Blind World Magazine

Family's high-tech makeover., NJ.
Tuesday, May 09, 2006.

Most everything about the ABC reality show "Extreme Makeover: Home Edition" is spectacle, and the TV show's encampment this week in Bergenfield is no exception.

Roads are closed, corporate sponsors have hospitality tents, celebrities show up and neighbors gawk at the small army of blue-shirted contractors turning one disadvantaged family's modest house into a well-designed home.

On Monday, scores of companies donating gadgetry and computer systems for the family arrived to display their wares half a block from the house.

The Llanes family -- whose members were not made available for interviews -- includes a blind father, a mother with cancer, a blind grandmother, two daughters who are going blind and a deaf son.

Along with demolishing and rebuilding the home's interior, the companies will pack the home with $100,000 worth of the latest technology designed to help people with vision and hearing problems.

"This house will have every piece of technology in it that we know exists on the planet Earth to help a family with disabilities," said Brian Stolar, president and CEO of Chatham-based developer Pinnacle, which is handling the 24-hour-a-day building effort.
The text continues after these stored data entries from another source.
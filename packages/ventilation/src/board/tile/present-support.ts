import type { BedStay } from '../../contract/board.ts';
import type { ShownBed, ShownGroup } from '../shown-bed.ts';

/**
 * What the bed may be said to breathe with now. Support is known by a check, or by a happening such as an
 * extubation; either way it does not outlive the ladder of checks. Null: nobody may say so any more.
 *
 * @param input.now server time, epoch milliseconds.
 */
export function presentSupport({
  shown: { bed, groups },
  now,
}: {
  shown: ShownBed;
  now: number;
}): BedStay['support'] {
  const { stay } = bed;
  if (!stay?.support) return null;
  if (stay.check) return stay.support;
  const sinceMs = Date.parse(stay.support.sinceAt);
  const isYoung = now - sinceMs < stay.ladder.check.withdrawFrom * 60_000;
  return isYoung && isAfter(stay.support.sinceAt, groups.check) ? stay.support : null;
}

/** The mode of the last check, once that check is withdrawn: known only if nothing has changed the support since. */
export function supportOfLastCheck({ bed, groups }: ShownBed): string | null {
  const { stay } = bed;
  if (!stay?.support) return null;
  return isAfter(stay.support.sinceAt, groups.check) ? null : stay.support.shortName;
}

function isAfter(sinceAt: string, { observedAt }: ShownGroup): boolean {
  return observedAt === null || Date.parse(sinceAt) > Date.parse(observedAt);
}
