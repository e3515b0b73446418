import type { PolicyDifference } from './policy-merge.ts';

/** Values side by side, where two policies differ. */
export function DifferenceTable({
  differences,
  theirsName,
  mineName,
}: {
  differences: readonly PolicyDifference[];
  theirsName: string;
  mineName: string;
}) {
  return (
    <div className="overflow-x-auto">
      <table className="w-full max-w-3xl text-left">
        <caption className="sr-only">Values that differ</caption>
        <thead>
          <tr className="border-ink border-b-2">
            <th scope="col" className="py-1 pr-4">
              Value
            </th>
            <th scope="col" className="py-1 pr-4">
              {theirsName}
            </th>
            <th scope="col" className="py-1">
              {mineName}
            </th>
          </tr>
        </thead>
        <tbody>
          {differences.map(({ path, label, theirs, mine }) => (
            <tr key={path} className="border-line border-b">
              <th scope="row" className="py-1 pr-4 font-normal">
                {label}
              </th>
              <td className="whitespace-nowrap py-1 pr-4">{theirs}</td>
              <td className="whitespace-nowrap py-1 font-bold">{mine}</td>
            </tr>
          ))}
        </tbody>
      </table>
    </div>
  );
}
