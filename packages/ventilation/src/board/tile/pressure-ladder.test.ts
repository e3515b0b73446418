import { describe, expect, it } from 'vitest';
import type { BedCheck } from '../../contract/board.ts';
import { pressureLadder } from './pressure-ladder.ts';

type Given = Partial<Pick<BedCheck, 'settings' | 'readings' | 'passive'>>;
const ladder = (mode: BedCheck['mode'], { settings = {}, readings = {}, passive = null }: Given) =>
  pressureLadder({ check: { mode, settings, readings, passive }, plateauLimitCmH2O: 30 });

describe('pressureLadder', () => {
  it('runs from PEEP to the plateau that was read', () => {
    const drawn = ladder('ac-vc', {
      settings: { peepCmH2O: 10 },
      readings: { peakCmH2O: 29, plateauCmH2O: 24 },
      passive: true,
    });
    expect(drawn).toEqual({
      low: 10,
      high: 24,
      measured: true,
      peak: 29,
      limit: 30,
      words: 'lowest pressure 10, plateau 24, peak 29, plateau limit 30 cmH2O',
    });
  });

  it.each([
    [false, 'plateau 24, not passive'],
    [null, 'plateau 24, passive? not recorded'],
  ] as const)('draws no plateau where passive is %s, and only says what was entered', (passive, words) => {
    const given = { readings: { plateauCmH2O: 24 }, passive };
    const volume = ladder('ac-vc', { settings: { peepCmH2O: 10 }, ...given });
    expect(volume).toMatchObject({ high: null, measured: false });
    expect(volume?.words).toContain(words);
    const pressure = ladder('ac-pc', { settings: { peepCmH2O: 10, pInspCmH2O: 16 }, ...given });
    expect(pressure).toMatchObject({ high: 26, measured: false });
    expect(pressure?.words).toContain(`set pressure 26, ${words}`);
  });

  it.each([
    ['ac-pc', { peepCmH2O: 8, pInspCmH2O: 17 }, 8, 25],
    ['psv', { peepCmH2O: 5, psCmH2O: 8 }, 5, 13],
    ['aprv', { pHighCmH2O: 26, pLowCmH2O: 0 }, 0, 26],
    ['niv-st', { ipapCmH2O: 16, epapCmH2O: 6 }, 6, 16],
  ] as const)('shows in %s the pressure that is set, as not measured', (mode, settings, low, high) => {
    expect(ladder(mode, { settings })).toMatchObject({ low, high, measured: false });
  });

  it('knows no upper pressure where a volume is set and no plateau was read', () => {
    expect(ladder('ac-vc', { settings: { peepCmH2O: 5, psCmH2O: 10 } })?.high).toBeNull();
    expect(ladder('simv-vc', { settings: { peepCmH2O: 5, psCmH2O: 10 } })?.high).toBeNull();
  });

  it('has no plateau limit for a mask', () => {
    expect(ladder('niv-cpap', { settings: { cpapCmH2O: 10 } })).toMatchObject({
      low: 10,
      high: null,
      limit: null,
    });
  });

  it.each(['hfov', 'hfnc', 'tpiece', 'low-flow', 'room-air'] as const)('is not drawn for %s', (mode) => {
    expect(ladder(mode, { settings: { fio2Percent: 40 } })).toBeNull();
  });
});
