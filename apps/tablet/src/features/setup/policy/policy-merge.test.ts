import { DEFAULT_POLICY, Policy } from '@windrow/ventilation/policy/policy';
import { describe, expect, it } from 'vitest';
import { policyValues } from './policy-fields.ts';
import { policyDifferences, policyOnTop } from './policy-merge.ts';

function changed(change: (policy: Policy) => void): Policy {
  const policy = structuredClone(DEFAULT_POLICY);
  change(policy);
  return policy;
}

/** Every leaf of a policy, found without the table under test. */
function leaves(value: unknown, path = ''): string[] {
  if (typeof value !== 'object' || value === null) return [path];
  return Object.entries(value).flatMap(([key, inner]) => leaves(inner, path ? `${path}.${key}` : key));
}

describe('policyValues', () => {
  it('names every value that a policy has, so that no difference can hide', () => {
    expect(
      policyValues(DEFAULT_POLICY)
        .map(({ path }) => path)
        .sort(),
    ).toEqual(leaves(DEFAULT_POLICY).sort());
  });
});

describe('policyOnTop', () => {
  const base = DEFAULT_POLICY;
  const mine = changed((policy) => {
    policy.freshness.check.dueFrom = 100;
    policy.nightTo = '06:30';
    policy.tasks.maskCare.minutes = 20;
  });
  const theirs = changed((policy) => {
    policy.freshness.check.dueFrom = 180;
    policy.freshness.check.overdueFrom = 235;
    policy.thresholds.phLow = 7.2;
  });

  it('keeps what I changed, and theirs in everything that I did not touch', () => {
    expect(policyOnTop({ base, mine, theirs })).toEqual(
      changed((policy) => {
        policy.freshness.check.dueFrom = 100;
        policy.freshness.check.overdueFrom = 235;
        policy.thresholds.phLow = 7.2;
        policy.tasks.maskCare.minutes = 20;
        policy.nightTo = '06:30';
      }),
    );
  });

  it('stays a policy that the schema takes', () => {
    expect(Policy.safeParse(policyOnTop({ base, mine, theirs })).success).toBe(true);
  });
});

describe('policyDifferences', () => {
  it('names what differs, with both values', () => {
    const theirs = changed((policy) => {
      policy.thresholds.phLow = 7.2;
    });
    expect(policyDifferences({ theirs, mine: DEFAULT_POLICY })).toEqual([
      { path: 'thresholds.phLow', label: 'pH below', theirs: '7.2', mine: '7.25' },
    ]);
  });
});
The array of high-tech assistance that the Llanes family will find on their return (the makeover, which began May 6, will end on Thursday) includes everything from the NoteTeller 2, a gadget that lets a blind person distinguish denominations of paper money up to $100, to the PVO, a 4-inch portable color magnifier that enlarges an image from six to 12 times.

Microsoft donated a range of gadgets, including alarm clocks that vibrate and smoke detectors that use strobe lights along with sound to alert people of a fire.

The house will have the latest solar panels from BP Solar and the latest home-control software from Home Automated Living of Maryland. A member of the Llanes family will be able to speak into a phone or microphone and tell the system, for example, to turn out the lights or raise the thermostat.

Victor Llanes, the blind father, will be able to communicate more easily with his deaf son, Zeb, 16, using a software program called iCommunicator, which converts text to sign language.

The family will receive Blackberry handheld devices from Hackensack-based GoAmerica that will allow them to type a message to an operator, and then place a phone call.

People who can hear "take cellphones for granted," said GoAmerica sales manager Christina Harper.

The family also will receive high-speed Internet access from Verizon, computers from HP and a Braille printer that punches raised dots onto thick paper.

They'll receive a small black gadget with a laser that can tell a person with vision problems the color of their clothes. And a global positioning system that can tell them what street they are walking down.

"They will hit the ground running with an entirely new life," said Marc L. Harrison, president of Silicon East Inc., one of the consulting companies and organizations that helped pull off the massive planning effort to get the reality show off the ground in Bergenfield.

"It was a house that was disabled," said deaf act- ress Marlee Matlin, who has met the Llanes family. "They are going to have less stressful lives," the actress said through a sign-language interpreter.

Nearby, Bergenfield residents Francis and Agnes Cross stopped to watch the bustling scene.

Deaf since birth, Agnes Cross, 72, said she and her husband, who is also deaf, have some technology in their home including TTY, the telephone texting service, and a doorbell flasher.

"Beautiful," Francis Cross said, giving a thumbs-up when asked about the work being done for the Llanes family. "Beautiful."

The show will air on ABC in the summer. No date has been set.